Use the "use" parameter

Every Robot (except import Robots) provides a use parameter, which determines which Assembly Step should be used by this Robot as its input. The order of Steps in JSON format cannot be predicted. Hence, this parameter should be used to prevent weird side effects from Robots using the wrong Steps as their input.

It is best practice to always use the "use" parameter in every Step, because it can be a source of confusion when left out.

Design for failure

We strive to provide a top-notch service with no downtime and zero crashed Assemblies. While we have many years of experience in this field, it remains technically challenging to run a distributed service such as Transloadit. In other words, problems cannot be ruled out completely. A server might crash or perform badly, resulting in some of your Assemblies crashing.

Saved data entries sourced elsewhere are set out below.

describe('the generator', () => {
  it('makes systems that solve without a ModelError, with meshes, couplings, loops, layers and rigid ties among them', () => {
    const seen = { rigidMesh: 0, compliantMesh: 0, rigidCoupling: 0, compliantCoupling: 0, layered: 0, spring: 0, power: 0, loops: 0 };
    for (const [name, model] of systems(1, 200)) {
      expect(() => solveModel(model), name).not.toThrow();
      for (const g of model.gearMeshes ?? []) g.stiffness === undefined ? seen.rigidMesh++ : seen.compliantMesh++;
      for (const c of model.couplings ?? []) c.stiffness === undefined ? seen.rigidCoupling++ : seen.compliantCoupling++;
      seen.layered += model.sections.filter((s) => s.shape === 'layered').length;
      seen.spring += (model.supports ?? []).filter((s) => s.kind === 'spring').length;
      seen.power += (model.torques ?? []).filter((t) => t.power !== undefined).length;
      const connections = (model.gearMeshes ?? []).length + (model.couplings ?? []).length;
      if (connections >= model.shafts.length) seen.loops++;
    }
    for (const [what, count] of Object.entries(seen)) expect(count, what).toBeGreaterThan(5);
  });
});

describe('equilibrium of every shaft', () => {
  const cases: Array<[string, Model]> = [['demo', demo], ...systems(1000, 200)];
  it.each(cases)('%s: Σ applied + ∫ distributed + reactions + connection torques = 0 on each shaft', (_name, model) => {
    const sol = solveModel(model);
    const loads = pointLoads(model, sol);
    // Scale: the largest torque in the balance (round-off of a sum grows with its largest term).
    const scale = torqueScale(model, sol);
    for (const shaft of model.shafts) {
      const sum =
        loads.filter((p) => p.shaft === shaft.id).reduce((s, p) => s + p.torque, 0) +
        distributedOn(model, shaft.id).reduce((s, d) => s + resultant(d), 0);
      expect(Math.abs(sum), `shaft ${shaft.id}: residual ${sum}, scale ${scale}`).toBeLessThanOrEqual(1e-9 * scale);
    }
    expect(sol.equilibrium.maxResidual).toBeGreaterThanOrEqual(0);
    expect(sol.equilibrium.maxResidual).toBeLessThanOrEqual(1e-9 * scale);
    expect(sol.equilibrium.shafts.map((s) => s.shaft).sort()).toEqual(model.shafts.map((s) => s.id).sort());
    for (const s of sol.equilibrium.shafts) expect(Math.abs(s.residual)).toBeLessThanOrEqual(sol.equilibrium.maxResidual);
  });
});

describe('connection and support laws', () => {
  it.each([['demo', demo] as [string, Model], ...systems(2000, 150)])('%s: gaps, forces and reactions follow the kinematics of the contract', (_name, model) => {
    const sol = solveModel(model);
    const phiScale = rotationScale(sol);
    const tScale = torqueScale(model, sol);
    for (const m of model.gearMeshes ?? []) {
      const r = sol.gearMeshes.find((x) => x.gearMesh === m.id);
      expect(r, m.id).toBeDefined();
      if (!r) continue;
      const ra = gearRadius(m, 'a');
      const rb = gearRadius(m, 'b');
      const s = m.sense === 'same' ? 1 : -1;
      const offset = m.offset === undefined ? 0 : si(m.offset, 'length');
      const pa = rotationAt(sol, m.a.shaft, si(m.a.at, 'length'));
      const pb = rotationAt(sol, m.b.shaft, si(m.b.at, 'length'));
      // g = r_a φ_a − s r_b φ_b − offset (model format, kinematics of a mesh).
      const g = ra * pa - s * rb * pb - offset;
      const gScale = Math.max(TINY, ra * phiScale + rb * phiScale + Math.abs(offset));
      expect(Math.abs(r.radiusA - ra)).toBeLessThanOrEqual(1e-14 * ra);
      expect(Math.abs(r.radiusB - rb)).toBeLessThanOrEqual(1e-14 * rb);
      expect(Math.abs(r.gap - g), `${m.id} gap`).toBeLessThanOrEqual(1e-9 * gScale);
      if (m.stiffness === undefined) {
        expect(Math.abs(g), `${m.id} rigid gap`).toBeLessThanOrEqual(1e-9 * gScale);
      } else {
        const k = si(m.stiffness, 'linearStiffness');
        expect(Math.abs(r.force - k * g), `${m.id} F = k g`).toBeLessThanOrEqual(1e-9 * k * gScale);
      }
      // Torque −F r_a on shaft a and +s F r_b on shaft b.
      expect(Math.abs(r.torqueA + r.force * ra), `${m.id} torqueA`).toBeLessThanOrEqual(1e-12 * tScale);
      expect(Math.abs(r.torqueB - s * r.force * rb), `${m.id} torqueB`).toBeLessThanOrEqual(1e-12 * tScale);
    }
    for (const c of model.couplings ?? []) {
      const r = sol.couplings.find((x) => x.coupling === c.id);
      expect(r, c.id).toBeDefined();
      if (!r) continue;
      const misfit = c.misfit === undefined ? 0 : si(c.misfit, 'angle');
      // c = φ_a − φ_b − misfit.
      const twist = rotationAt(sol, c.a.shaft, si(c.a.at, 'length')) - rotationAt(sol, c.b.shaft, si(c.b.at, 'length')) - misfit;
      const cScale = 2 * phiScale + Math.abs(misfit);
      expect(Math.abs(r.twist - twist), `${c.id} twist`).toBeLessThanOrEqual(1e-9 * cScale);
      expect(Math.abs(r.torqueA + r.torqueB), `${c.id} torqueA = −torqueB`).toBeLessThanOrEqual(1e-12 * tScale);
      if (c.stiffness === undefined) {
        expect(Math.abs(twist), `${c.id} rigid`).toBeLessThanOrEqual(1e-9 * cScale);
      } else {
        const k = si(c.stiffness, 'rotationalStiffness');
        expect(Math.abs(r.torqueA + k * twist), `${c.id} torqueA = −k c`).toBeLessThanOrEqual(1e-9 * k * cScale);
      }
    }
    expect(sol.reactions.map((r) => r.support).sort()).toEqual((model.supports ?? []).map((s) => s.id).sort());
    for (const s of model.supports ?? []) {
      const r = sol.reactions.find((x) => x.support === s.id);
      if (!r) continue;
      const phi = rotationAt(sol, s.shaft, si(s.at, 'length'));
      expect(r.shaft).toBe(s.shaft);
      expect(r.kind).toBe(s.kind);
      expect(Math.abs(r.rotation - phi), `${s.id} rotation`).toBeLessThanOrEqual(1e-12 * phiScale);
      if (s.kind === 'fixed') {
        const prescribed = s.rotation === undefined ? 0 : si(s.rotation, 'angle');
        expect(Math.abs(phi - prescribed), `${s.id} φ = rotation`).toBeLessThanOrEqual(1e-12 * phiScale);
      } else {
        const k = si(s.stiffness, 'rotationalStiffness');
        expect(Math.abs(r.torque + k * phi), `${s.id} torque = −k φ`).toBeLessThanOrEqual(1e-9 * k * phiScale);
      }
    }
  });
});

describe('internal torque and rotation along each shaft', () => {
  it.each([['demo', demo] as [string, Model], ...systems(3000, 200)])(
    '%s: stations, jumps T(z−) − T(z+) = torques there, T = T(z1+) − ∫t and Δφ = ∫T/GJ between stations',
    (_name, model) => {
      const sol = solveModel(model);
      const loads = pointLoads(model, sol);
      const tScale = torqueScale(model, sol);
      for (const shaft of model.shafts) {
        const sr = shaftResult(sol, shaft.id);
        const spans = segmentSpans(model, shaft.id);
        const length = spans[spans.length - 1].to;
        const dist = distributedOn(model, shaft.id);
        const mine = loads.filter((p) => p.shaft === shaft.id);
        expect(Math.abs(sr.length - length)).toBeLessThanOrEqual(1e-12 * length);

        // Stations: sorted, distinct, and present at every point the contract lists.
        const zs = sr.stations.map((s) => s.z);
        for (let k = 1; k < zs.length; k++) expect(zs[k], `${shaft.id} stations sorted`).toBeGreaterThan(zs[k - 1]);
        const expected = [
          ...spans.flatMap((s) => [s.from, s.to]),
          ...mine.map((p) => p.z),
          ...dist.flatMap((d) => [d.from, d.to]),
          ...(model.discs ?? []).filter((d) => d.shaft === shaft.id).map((d) => si(d.at, 'length')),
        ];
        for (const z of expected) expect(() => stationAt(sr, z)).not.toThrow();

        // Jumps: T(z−) − T(z+) = Σ concentrated torques at z; T(0+) = −Σ at 0; T(L−) = Σ at L.
        const first = sr.stations[0];
        const last = sr.stations[sr.stations.length - 1];
        expect(first.torqueLeft).toBeNull();
        expect(last.torqueRight).toBeNull();
        for (const st of sr.stations) {
          const applied = mine.filter((p) => Math.abs(p.z - st.z) <= Z_TOL).reduce((s, p) => s + p.torque, 0);
          const jump = (st.torqueLeft ?? 0) - (st.torqueRight ?? 0);
          expect(Math.abs(jump - applied), `${shaft.id} jump at z = ${st.z}: ${jump} vs ${applied}`).toBeLessThanOrEqual(1e-9 * tScale);
        }

        // Between stations: T falls by ∫t, and φ grows by ∫T/GJ (closed forms above).
        const phiSpan = Math.max(TINY, maxAbs(zs.map((_, k) => sr.stations[k].rotation)));
        for (let k = 0; k + 1 < sr.stations.length; k++) {
          const a = sr.stations[k];
          const b = sr.stations[k + 1];
          const mid = (a.z + b.z) / 2;
          const span = spans.find((s) => s.from <= mid && mid <= s.to);
          if (!span) throw new Error(`no segment at ${mid}`);
          const GJ = rigidityOf(model, span.segment);
          const T1 = a.torqueRight as number;
          const T2 = torqueInside(dist, a.z, T1, b.z, mid);
          expect(Math.abs((b.torqueLeft as number) - T2), `${shaft.id} T(${b.z}−)`).toBeLessThanOrEqual(1e-9 * tScale);
          const dphi = twistInside(dist, a.z, T1, b.z, mid, GJ);
          const twistScale = Math.max(phiSpan, (tScale * (b.z - a.z)) / GJ);
          expect(Math.abs(b.rotation - a.rotation - dphi), `${shaft.id} Δφ on [${a.z}, ${b.z}]`).toBeLessThanOrEqual(1e-9 * twistScale);
        }
      }
    },
  );
});

describe('exact interior of segments', () => {
  it.each([['demo', demo] as [string, Model], ...systems(4000, 100)])(
    '%s: diagram T, φ and shear match the closed forms, maxAbsTorque is the exact peak',
    (_name, model) => {
      const sol = solveModel(model);
      const tScale = torqueScale(model, sol);
      const phiScale = rotationScale(sol);
      for (const shaft of model.shafts) {
        const sr = shaftResult(sol, shaft.id);
        const spans = segmentSpans(model, shaft.id);
        const dist = distributedOn(model, shaft.id);
        const { z, torque, rotation, shear } = sr.diagram;
        expect(torque.length).toBe(z.length);
        expect(rotation.length).toBe(z.length);
        expect(shear.length).toBe(z.length);
        expect(Math.abs(z[0] - sr.stations[0].z)).toBeLessThanOrEqual(Z_TOL);
        expect(Math.abs(z[z.length - 1] - sr.stations[sr.stations.length - 1].z)).toBeLessThanOrEqual(Z_TOL);
        let interior = 0;
        for (let i = 0; i < z.length; i++) {
          if (i > 0) expect(z[i], `${shaft.id} diagram z sorted`).toBeGreaterThanOrEqual(z[i - 1]);
          const k = sr.stations.findIndex((st) => Math.abs(st.z - z[i]) <= Z_TOL);
          if (k >= 0) {
            // A breakpoint: T is T(z−) or T(z+) of the station (a jump is two points at one z).
            const st = sr.stations[k];
            const d = Math.min(
              st.torqueLeft === null ? Infinity : Math.abs(torque[i] - st.torqueLeft),
              st.torqueRight === null ? Infinity : Math.abs(torque[i] - st.torqueRight),
            );
            expect(d, `${shaft.id} diagram T at station ${st.z}`).toBeLessThanOrEqual(1e-12 * tScale);
            expect(Math.abs(rotation[i] - st.rotation)).toBeLessThanOrEqual(1e-12 * phiScale);
            continue;
          }
          interior++;
          const a = [...sr.stations].reverse().find((st) => st.z < z[i]) as Station;
          const b = sr.stations.find((st) => st.z > z[i]) as Station;
          const mid = (a.z + b.z) / 2;
          const span = spans.find((s) => s.from <= mid && mid <= s.to);
          if (!span) throw new Error(`no segment at ${mid}`);
          const GJ = rigidityOf(model, span.segment);
          const T = torqueInside(dist, a.z, a.torqueRight as number, z[i], mid);
          expect(Math.abs(torque[i] - T), `${shaft.id} T(${z[i]}) = ${torque[i]}, closed form ${T}`).toBeLessThanOrEqual(1e-9 * tScale);
          const phi = a.rotation + twistInside(dist, a.z, a.torqueRight as number, z[i], mid, GJ);
          expect(Math.abs(rotation[i] - phi), `${shaft.id} φ(${z[i]})`).toBeLessThanOrEqual(1e-9 * phiScale);
          const rings = ringsOf(model, span.segment);
          if (rings.length === 1) {
            // τ = T r / J at the outer fibre of a solid or hollow section.
            const tau = (T * rings[0].rOuter) / ringJ(rings[0]);
            expect(Math.abs(shear[i] - tau), `${shaft.id} τ(${z[i]})`).toBeLessThanOrEqual((1e-9 * tScale * rings[0].rOuter) / ringJ(rings[0]));
          }
        }
        // Where T is curved (a distributed torque that varies), the diagram must sample the inside.
        if (dist.some((d) => d.start !== d.end && d.to > d.from)) expect(interior, `${shaft.id}: interior diagram points`).toBeGreaterThan(0);

        // maxAbsTorque: the exact peak of |T| over each segment, and no diagram point above it.
        sr.segments.forEach((seg, j) => {
          const span = spans[j];
          expect(Math.abs(seg.from - span.from)).toBeLessThanOrEqual(Z_TOL);
          expect(Math.abs(seg.to - span.to)).toBeLessThanOrEqual(Z_TOL);
          let peak = 0;
          const inside = sr.stations.filter((st) => st.z >= span.from - Z_TOL && st.z <= span.to + Z_TOL);
          for (let k = 0; k + 1 < inside.length; k++) {
            const a = inside[k];
            const b = inside[k + 1];
            const mid = (a.z + b.z) / 2;
            const T1 = a.torqueRight as number;
            peak = Math.max(peak, Math.abs(T1), Math.abs(torqueInside(dist, a.z, T1, b.z, mid)));
            // An interior extremum where t(z) = 0 (t is linear on the interval).
            const t1 = tAt(dist, a.z, mid);
            const t2 = tAt(dist, b.z, mid);
            if (t1 * t2 < 0) {
              const zr = a.z + ((b.z - a.z) * t1) / (t1 - t2);
              peak = Math.max(peak, Math.abs(torqueInside(dist, a.z, T1, zr, mid)));
            }
          }
          expect(Math.abs(seg.maxAbsTorque - peak), `${shaft.id} segment ${j} maxAbsTorque ${seg.maxAbsTorque} vs ${peak}`).toBeLessThanOrEqual(
            1e-9 * tScale,
          );
          for (let i = 0; i < z.length; i++) {
            if (z[i] > span.from + Z_TOL && z[i] < span.to - Z_TOL) {
              expect(Math.abs(torque[i])).toBeLessThanOrEqual(seg.maxAbsTorque + 1e-12 * tScale);
            }
          }
          const GJ = rigidityOf(model, span.segment);
          expect(Math.abs(seg.torsionalRigidity - GJ)).toBeLessThanOrEqual(1e-12 * GJ);
          expect(Math.abs(seg.maxTwistRate - seg.maxAbsTorque / GJ)).toBeLessThanOrEqual((1e-12 * tScale) / GJ);
          const twist = stationAt(sr, span.to).rotation - stationAt(sr, span.from).rotation;
          expect(Math.abs(seg.twist - twist)).toBeLessThanOrEqual(1e-12 * phiScale);
        });
      }
    },
  );

  it.each(systems(4500, 30))('%s: diagramPoints 0 keeps the breakpoints only', (_name, model) => {
    const sol = solveModel(model, { diagramPoints: 0 });
    for (const sr of sol.shafts) {
      for (const z of sr.diagram.z) expect(() => stationAt(sr, z)).not.toThrow();
      for (const st of sr.stations) expect(sr.diagram.z.some((z) => Math.abs(z - st.z) <= Z_TOL)).toBe(true);
    }
  });
});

If you keep the following things in mind, crashed Assemblies can be replayed automatically by our service and neither you nor your customers would have to even notice that something went wrong. To design for failure:

  • Enable automatic Assembly Replays in your account. You can do so here.
  • Always use Templates, or automatic Assembly Replays will not always work properly. This is because we obfuscate S3 credentials, etc., that come from request parameters, which even our own system can't decipher anymore when it wants to replay an Assembly at a later stage.
  • Design with the Rate Limiter in mind. If you send us too many requests, we will rate limit them or even block your traffic entirely. You can learn about our Rate Limiters here.
  • Implement retries on your end.

Check for Assembly warnings

Assembly warnings are a source of optimization and compatibility advice. We'll warn about using deprecated stacks, being explicit about your bucket regions to avoid AWS doing an extra lookup, and much more.

Use an SDK

We recommend using official Software Development Kits. SDKs come with many of these Best Practices out of the box. They usually support Signature Authentication, handling rate limits, and retries. This often means higher quality integration, and less time to market.